Four weeks ago, the Giants' plane landed in Newark and pulled up to the gate at dawn after a Sunday night game.
"When we landed on Monday morning after the San Diego trip, a few of us looked around at each other and said, 'We haven't done this since that day,' " said Pat Hanlon, the vice president for communications.
On Sept. 11, 2001, Giants executives who had cars parked at the airport walked through the terminal, perhaps past passengers on Flight 93. Players and coaches went down the side stairs to the tarmac and boarded a bus for Giants Stadium. Players got in cars and went home. Coaches and administrators went to their stadium offices to start preparing for the next game.
Part of the Manhattan skyline is visible from the practice field next to Giants Stadium. Hearing that a plane had hit one of the World Trade Center towers, but assuming that it was an accident involving a small plane, Accorsi and the team's director of pro personnel, David Gettleman, went outside. Accorsi carried binoculars he had packed for the game in Denver and watched as a large jet inexplicably banked toward the skyline.
"It looks awfully close," Accorsi remembered saying.
But the idea of an attack was unfathomable, and from their angle, they could not see what happened next. Accorsi and Gettleman walked back into the stadium, only to learn that a jet had crashed into the south tower.

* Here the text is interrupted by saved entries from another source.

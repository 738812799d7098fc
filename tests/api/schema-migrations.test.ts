/**
 * The migrations (QueryInterface, raw SQL only where it cannot say a thing) build the same schema as the
 * SQL-text migrations they replaced (a copy kept in tests/fixtures/legacy-migrations): columns, constraints,
 * indexes, enum types, functions and triggers compared from PostgreSQL's own catalogs. And a database built
 * by the legacy migrations, holding demo-like rows, is taken forward by today's migrations without losing them.
 */
import { afterAll, describe, expect, it } from 'vitest'
import { Sequelize, QueryTypes } from 'sequelize'
import pg from 'pg'
import { randomBytes } from 'node:crypto'
import { join } from 'node:path'
import { migrator } from '../../server/db/migrate'

const admin = process.env.PG_ADMIN_URL!
const legacyDir = join(import.meta.dirname, '../fixtures/legacy-migrations')
const created: string[] = []
const open: Sequelize[] = []

async function freshDatabase(tag: string): Promise<Sequelize> {
  const name = `schema_${tag}_${randomBytes(4).toString('hex')}`
  const c = new pg.Client({ connectionString: admin })
  await c.connect()
  await c.query(`CREATE DATABASE "${name}"`)
  await c.end()
  created.push(name)
  const url = new URL(admin)
  url.pathname = `/${name}`
  const s = new Sequelize(url.toString(), { dialect: 'postgres', logging: false })
  open.push(s)
  return s
}

afterAll(async () => {
  for (const s of open) await s.close()
  const c = new pg.Client({ connectionString: admin })
  await c.connect()
  for (const n of created) await c.query(`DROP DATABASE IF EXISTS "${n}" WITH (FORCE)`)
  await c.end()
}, 30_000)

async function catalog(s: Sequelize) {
  const q = (sql: string) => s.query(sql, { type: QueryTypes.SELECT })
  return {
    columns: await q(`SELECT table_name, column_name, ordinal_position, data_type, udt_name, is_nullable, column_default, character_maximum_length,
                             numeric_precision, datetime_precision, is_generated, generation_expression, collation_name
                        FROM information_schema.columns WHERE table_schema = 'public' ORDER BY table_name, ordinal_position`),
    constraints: await q(`SELECT c.conrelid::regclass::text AS table_name, c.conname, c.contype, pg_get_constraintdef(c.oid) AS def
                            FROM pg_constraint c JOIN pg_namespace n ON n.oid = c.connamespace WHERE n.nspname = 'public'
                           ORDER BY 1, 2`),
    indexes: await q(`SELECT tablename, indexname, indexdef FROM pg_indexes WHERE schemaname = 'public' ORDER BY tablename, indexname`),
    enums: await q(`SELECT t.typname, array_agg(e.enumlabel ORDER BY e.enumsortorder)::text AS labels
                      FROM pg_type t JOIN pg_enum e ON e.enumtypid = t.oid GROUP BY t.typname ORDER BY t.typname`),
    functions: await q(`SELECT p.proname, pg_get_function_arguments(p.oid) AS args, md5(p.prosrc) AS src FROM pg_proc p JOIN pg_namespace n ON n.oid = p.pronamespace
                         WHERE n.nspname = 'public' ORDER BY 1, 2`),
    triggers: await q(`SELECT tgrelid::regclass::text AS table_name, tgname, pg_get_triggerdef(oid) AS def FROM pg_trigger WHERE NOT tgisinternal ORDER BY 1, 2`),
  }
}

describe('migrations', () => {
  it('build the same schema as the earlier SQL-text migrations (information_schema, pg_constraint, pg_indexes)', async () => {
    const legacy = await freshDatabase('legacy')
    const current = await freshDatabase('current')
    await migrator(legacy, legacyDir).up()
    await migrator(current).up()
    const [a, b] = [await catalog(legacy), await catalog(current)]
    expect(a.columns.length).toBeGreaterThan(100)
    expect(b.columns).toEqual(a.columns)
    expect(b.constraints).toEqual(a.constraints)
    expect(b.indexes).toEqual(a.indexes)
    expect(b.enums).toEqual(a.enums)
    expect(b.functions).toEqual(a.functions)
    expect(b.triggers).toEqual(a.triggers)
  }, 120_000)

  it('take a database of the earlier version with its rows forward without losing any', async () => {
    const s = await freshDatabase('upgrade')
    const legacyNames = (await migrator(s, legacyDir).pending()).map((m) => m.name)
    // The earlier version: the legacy migrations before the last one, then demo-like rows, then today's migrations.
    await migrator(s, legacyDir).up({ to: legacyNames[legacyNames.length - 2] })
    const [u] = await s.query<{ id: string }>(`INSERT INTO users (email, name, role) VALUES ('ines.upgrade@example.test', 'Ines Upgrade', 'listener') RETURNING id`, { type: QueryTypes.SELECT })
    const [r] = await s.query<{ id: string }>(`INSERT INTO rooms (owner_id, name) VALUES ($1, 'Attic listening room') RETURNING id`, { bind: [u.id], type: QueryTypes.SELECT })
    await s.query(`INSERT INTO room_revisions (room_id, revision, body, created_by) VALUES ($1, 1, '{"name":"Attic listening room","length":6.2}', $2)`, { bind: [r.id, u.id] })
    const [c] = await s.query<{ id: string }>(
      `INSERT INTO cases (listener_id, room_id, room_revision, title, description, reply_token, status) VALUES ($1, $2, 1, 'Flutter between the rafters', 'Slap echo', 'tok-upgrade-1', 'submitted') RETURNING id`,
      { bind: [u.id, r.id], type: QueryTypes.SELECT },
    )
    await s.query(`INSERT INTO messages (case_id, author_id, body, internal) VALUES ($1, $2, 'Claps ring for a second', false)`, { bind: [c.id, u.id] })
    await s.query(`INSERT INTO reply_snippets (title, body) VALUES ('Upgrade greeting', 'Hello {{listener.name}}')`)
    const count = async () =>
      s.query<{ t: string; n: number }>(
        `SELECT 'users' AS t, count(*)::int AS n FROM users UNION ALL SELECT 'rooms', count(*)::int FROM rooms UNION ALL SELECT 'room_revisions', count(*)::int FROM room_revisions
         UNION ALL SELECT 'cases', count(*)::int FROM cases UNION ALL SELECT 'messages', count(*)::int FROM messages UNION ALL SELECT 'reply_snippets', count(*)::int FROM reply_snippets`,
        { type: QueryTypes.SELECT },
      )
    const before = await count()
    const applied = (await migrator(s).up()).map((m) => m.name)
    expect(applied).toEqual([legacyNames[legacyNames.length - 1]])
    expect(await count()).toEqual(before)
    const [after] = await s.query<{ title: string; search: string }>(`SELECT title, search::text AS search FROM cases WHERE id = $1`, { bind: [c.id], type: QueryTypes.SELECT })
    expect(after.title).toBe('Flutter between the rafters')
    expect(after.search).toContain('rafter')
  }, 120_000)
})

describe('models', () => {
  it('every application table has a model, and every model attribute is a column of its table', async () => {
    const { models } = await import('../../server/db/models')
    const { db } = await import('../../server/db/sequelize')
    const cols = await db().query<{ table_name: string; column_name: string }>(
      `SELECT table_name, column_name FROM information_schema.columns WHERE table_schema = 'public'`, { type: QueryTypes.SELECT })
    // Library tables: umzug's ledger and the socket.io adapter's payload table have no model.
    const library = new Set(['schema_migrations', 'socket_io_attachments'])
    const tables = new Set(cols.map((c) => c.table_name).filter((t) => !library.has(t)))
    const byTable = new Map((Object.values(models()) as unknown as typeof import("sequelize").Model[] as never as { getTableName(): string; getAttributes(): Record<string, { field: string }> }[]).map((m) => [m.getTableName(), m]))
    expect([...tables].sort()).toEqual([...byTable.keys()].sort())
    for (const [table, m] of byTable) {
      const have = new Set(cols.filter((c) => c.table_name === table).map((c) => c.column_name))
      for (const a of Object.values(m.getAttributes())) expect(have, `${table}.${a.field}`).toContain(a.field)
    }
  })
})
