import { findCase } from '../data/cases'
import { findRoom } from '../data/rooms'
import { notFound } from '../errors'
import type { User } from '../../shared/schemas/auth'
import { Op, type Transaction } from 'sequelize'
import { models } from '../db/models'
import type { Audience } from '../data/visibility'

const UUID = /^[0-9a-f]{8}-[0-9a-f]{4}-[0-9a-f]{4}-[0-9a-f]{4}-[0-9a-f]{12}$/i

export const isStaff = (u: User) => u.role === 'advisor' || u.role === 'supervisor'
/** Whose view of a readable case `u` gets: the team's (everything) or the listener's (what is shared; server/data/visibility.ts). */
export const audienceOf = (u: User): Audience => (isStaff(u) ? 'team' : 'listener')

/**
 * A case is readable by its listener, and by advisors and supervisors once it has been submitted.
 * Everyone else gets 404, so nobody learns that a case they may not see exists.
 */
export async function readableCase(user: User, caseId: string, t?: Transaction) {
  if (!UUID.test(caseId)) throw notFound('That case')
  const c = await findCase(caseId, t)
  if (!c) throw notFound('That case')
  if (c.listenerId === user.id) return c
  if (isStaff(user) && c.status !== 'draft') return c
  throw notFound('That case')
}

/**
 * Rooms: the owner reads every revision. The team reads only the revisions the listener sent: one a
 * submitted (non-draft) case is on, or was on when it was triaged (each triage snapshot names its
 * revision; a case is triaged on submission and on every revision saved while it is open). A revision
 * the listener saved but never sent answers 404, like a room nobody sent.
 */
export async function readableRoom(user: User, roomId: string, revision?: number) {
  if (!UUID.test(roomId)) throw notFound('That room')
  const room = await findRoom(roomId, revision)
  if (!room) throw notFound('That room')
  if (room.ownerId === user.id) return room
  if (isStaff(user)) {
    const cases = await models().Case.findAll({
      attributes: ['id', 'roomRevision'], where: { roomId, status: { [Op.ne]: 'draft' } },
      include: [{ association: 'triages', attributes: ['id', 'roomRevision'], required: false }],
    })
    const sent = [...new Set(cases.flatMap((c) => [c.roomRevision, ...(c.triages ?? []).map((s) => s.roomRevision)]))].sort((a, b) => a - b)
    // the list of revisions shows the team only the sent ones too
    if (sent.includes(room.revision)) return { ...room, revisions: sent }
  }
  throw notFound('That room')
}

Players learned of the attacks the way so many others did: through phone calls and television images. Toomer could see the burning towers from his apartment in West New York, N.J.
But no one was as close as offensive lineman Jason Whittle. He received a call from his best friend, Greg Drake, whose brother, Randy, was in Manhattan on business and had been struck by debris from the second plane's impact. Randy Drake, hospitalized with a head injury, was not expected to live, and he had no family in New York.
Whittle spent four hours getting to Drake's bedside, unable to talk his way into Manhattan until a police officer finally drove him across the George Washington Bridge. Whittle stayed the night, praying and talking to him, though Drake was unconscious.
Days later, Drake was taken back to Kansas City, Mo., where his family lived. He died there on the day the Giants played their next game - in Kansas City.
That is the day, Sept. 23, 2001, the crowd at Arrowhead Stadium stood and cheered for the Giants. That is the day that, in the crowded visitors' locker room after a 13-3 victory over the Chiefs, the Giants huddled for a picture, each one wearing a hat representing the New York City police or fire department or the Port Authority police department.
"I told the guys that we wear those hats with respect, like the way they wear them: straight, front, center, forward," Fassel said. "You know how a lot of young guys wear their hats backward or tilt them to one side or the other? Every guy in that picture had his straight, front, center, forward. It meant a lot to me to have a picture like that."
That is what he remembers. That is what they all remember: the day the world changed, and the night before.
"Whenever I think about that game," Whittle said, "I put it all together."